I nee some help here. I have used the UDS for 3 times now and I am having one heck of a time controlling the temps. I tried some of the advice posted in the earlier threads, but I either spike to high, or I cut too much and the fire nearly goes out. It took me nearly 3 hours to narrow the temperature swings to my desired temp of 225-250. Once the UDS was dialed in, I did not have too touch it for the next 4 hours. On my last smoke, it took way tooo long for me to relaod the basket with lump and get the temps stabilzed. My 2nd attempt at a pork butt was a dismal failure. An 8 pound rost nearly took 16 hours and 4 hours of that was waiting for the temps to stabilize.

I know the barrel is consistent once it is dailed in. I am the problem. Can someone enlighten me on how much I should load the basket below? How much time is needed before the lump is ready to go at operating temp? I am using Royal Oak from Walmart. What I really want is your process as mine is just not working. It also seems that I need at least 1 valve open and the adjustable valve at a 1/4 turn once the drum is dialed in. On an other occasion I have to close both nipple ends and use the adjustable valve only. I was expecting to turn the valve to a desired location and leave it like my old gas smoker.
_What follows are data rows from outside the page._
def newton(a: Array, b: Array, blocks, y: Array, la: Array, lb: Array, found):
    """Solves the conditions of the active set; minimum-norm steps where they do not fix y."""
    rows, edge, apex = found
    h = a.T @ a
    for _ in range(15):
        g = gradients(la, blocks, y, found)
        value = [la[rows] @ y - lb[rows]]
        for i in edge:
            ba, bb = blocks[i]
            s = bb - ba @ y
            value.append([np.linalg.norm(s[1:]) - s[0]])
        for i in apex:
            ba, bb = blocks[i]
            value.append(ba @ y - bb)
        value = np.concatenate(value)
        cost = h @ y - a.T @ b
        multiplier = np.linalg.lstsq(g.T, -cost, rcond=1e-11)[0] if len(value) else np.zeros(0)
        curved = h.copy()
        for j, i in enumerate(edge):
            ba, bb = blocks[i]
            s = bb - ba @ y
            norm = max(1e-300, np.linalg.norm(s[1:]))
            d = s[1:] / norm
            curved += max(0.0, multiplier[len(rows) + j]) * ba[1:].T @ ((np.eye(len(d)) - np.outer(d, d)) / norm) @ ba[1:]
        k = np.block([[curved, g.T], [g, np.zeros((len(value), len(value)))]])
        if not np.isfinite(k).all():
            return None
        step = np.linalg.lstsq(k, np.concatenate([-cost, -value]), rcond=1e-13)[0][: len(y)]
        if not np.isfinite(step).all() or np.abs(step).max(initial=0.0) > 1e3 * max(1.0, np.abs(y).max()):
            return None
        y = y + step
        if np.abs(step).max(initial=0.0) < 1e-14 * max(1.0, np.abs(y).max()):
            break
    return y


def optimality(a: Array, b: Array, la: Array, lb: Array, blocks, y: Array) -> float:
    """How far y is from optimal: the larger of its infeasibility and the distance of -gradient from the normal cone.

    The normal cone is generated by the gradients of what touches; at a cone's apex by the edges of the dual cone, whose
    circle is sampled and then refined around the edges in use, so that the distance found is never too small.
    """
    outside = violation(la, lb, blocks, y)
    rows, edge, apex = touching(la, lb, blocks, y, 1e-7)
    cost = a.T @ (a @ y - b)
    scale = size_of(a, b, y)
    smooth = gradients(la, blocks, y, (rows, edge, []))
    if not apex:
        return max(outside, distance(smooth, cost)[0] / scale)
    directions = [_circle(len(blocks[i][0]) - 1) for i in apex]
    best = np.inf
    for zoom in range(6):
        generators = [smooth] + [blocks[i][0][0] + d @ blocks[i][0][1:] for i, d in zip(apex, directions)]
        found, z = distance(np.vstack(generators), cost)
        best = min(best, found)
        if best < 1e-12 * scale:
            break
        at = len(smooth)
        finer = []
        for d in directions:
            used = d[z[at : at + len(d)] > 0]
            at += len(d)
            near = used[:, None, :] + 0.01 * 0.1**zoom * _circle(d.shape[1])[:: 24 if d.shape[1] == 2 else 400][None]
            near = near.reshape(-1, d.shape[1])
            finer.append(np.vstack([d[::8], used, near / np.linalg.norm(near, axis=1)[:, None]]))
        directions = finer
    return max(outside, best / scale)


def violation(la: Array, lb: Array, blocks, y: Array) -> float:
    """Largest violation of a limit."""
    worst = max(0.0, float((la @ y - lb).max(initial=0.0)))
    for ba, bb in blocks:
        s = bb - ba @ y
        worst = max(worst, float(np.linalg.norm(s[1:]) - s[0]))
    return worst


def size_of(a: Array, b: Array, y: Array) -> float:
    """Size of the terms that make up the gradient a'(a y - b): what its rounding is measured against."""
    return max(1e-12, float((np.abs(a).T @ (np.abs(a) @ np.abs(y) + np.abs(b))).max(initial=0.0)))


def distance(generators: Array, cost: Array) -> tuple[float, Array]:
    """Least distance (largest component) of -cost from nonnegative combinations of the generator rows."""
    if not len(generators) or not len(cost):
        return float(np.abs(cost).max(initial=0.0)), np.zeros(len(generators))
    size = np.maximum(np.linalg.norm(generators, axis=1), 1e-300)
    z, _ = scipy.optimize.nnls((generators / size[:, None]).T, -cost, maxiter=50 * (10 + len(generators)))
    return float(np.abs(cost + generators.T @ (z / size)).max()), z


def _circle(dimension: int) -> Array:
    """Unit vectors that spread over a circle or sphere."""
    if dimension == 1:
        return np.array([[1.0], [-1.0]])
    if dimension == 2:
        t = np.linspace(0, 2 * np.pi, 360, endpoint=False)
        return np.column_stack([np.cos(t), np.sin(t)])
    v = np.random.default_rng(0).normal(size=(4000, dimension))
    return v / np.linalg.norm(v, axis=1)[:, None]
Thanks in advance....


----------



## amcjeeper (Feb 7, 2009)

Don't know how a UDS works but I assume most smokers work on the same basic principles.  Air to and from the fire controls the heat and the amount of smoke into the cooking chamber.  The trick is to get the proper temp of 225 to 250 AND the proper amount of smoke to the meat.  I load all of my charcoal and wood in layers in my fire box, then light about 25 coals until they are grey and ashed over.  Then pour the coals into the fire box over the layered pile I just made. Read that advice on this forum somewhere, don't remember the thread.  I always try to start out with the controls pretty much closed on the out side and about quarter on the in side of the fire box.  In other words air feeding the fire is between quarter and half.  Only about a quarter or less of full on the side feeding the cooking chamber.  It's easier to slowly bring the temp up to desired than it is to say uhoh, try to close everything down to bring the temp down and try to play yoyo with the controls. And when coming up with temps, a little goes a long ways on the cooking chamber side(if you have controls on both sides). Hope this helps.


----------



## ddave (Feb 7, 2009)

Well since Bubba hasn't answered yet, I'll throw my two cents in.

Your mileage may vary but here's what I do.  My basket is 13.5" in diameter and 8" tall.  My barrel has 3 - 1" intakes and 8 - 3/4" exhaust holes in the lid.



It will hold 18 pounds of charcoal but the shot above is about 8 pounds and some wood.  I then take a few briquettes (about 10 or so) and light them in a chimney starter.  After they are starting to ash over, I pour them into the charcoal basket, which is on the ground.  I try to keep the lit charcoal in a group in the center.  I then put the basket into the drum, put the grate on, put my Maverick temp probe in place and put the lid on.  

At this point I have all three intakes open.  When the temp reaches 200 I put one cap on, when it reaches 225 I close the valve about 2/3 of the way.  During warmup, I only watch the Maverick thermo.  The dial thermo on the side is too inconsistent when the drum is coming up to temp.  After everything is warmed up, the dial thermo is more consistent.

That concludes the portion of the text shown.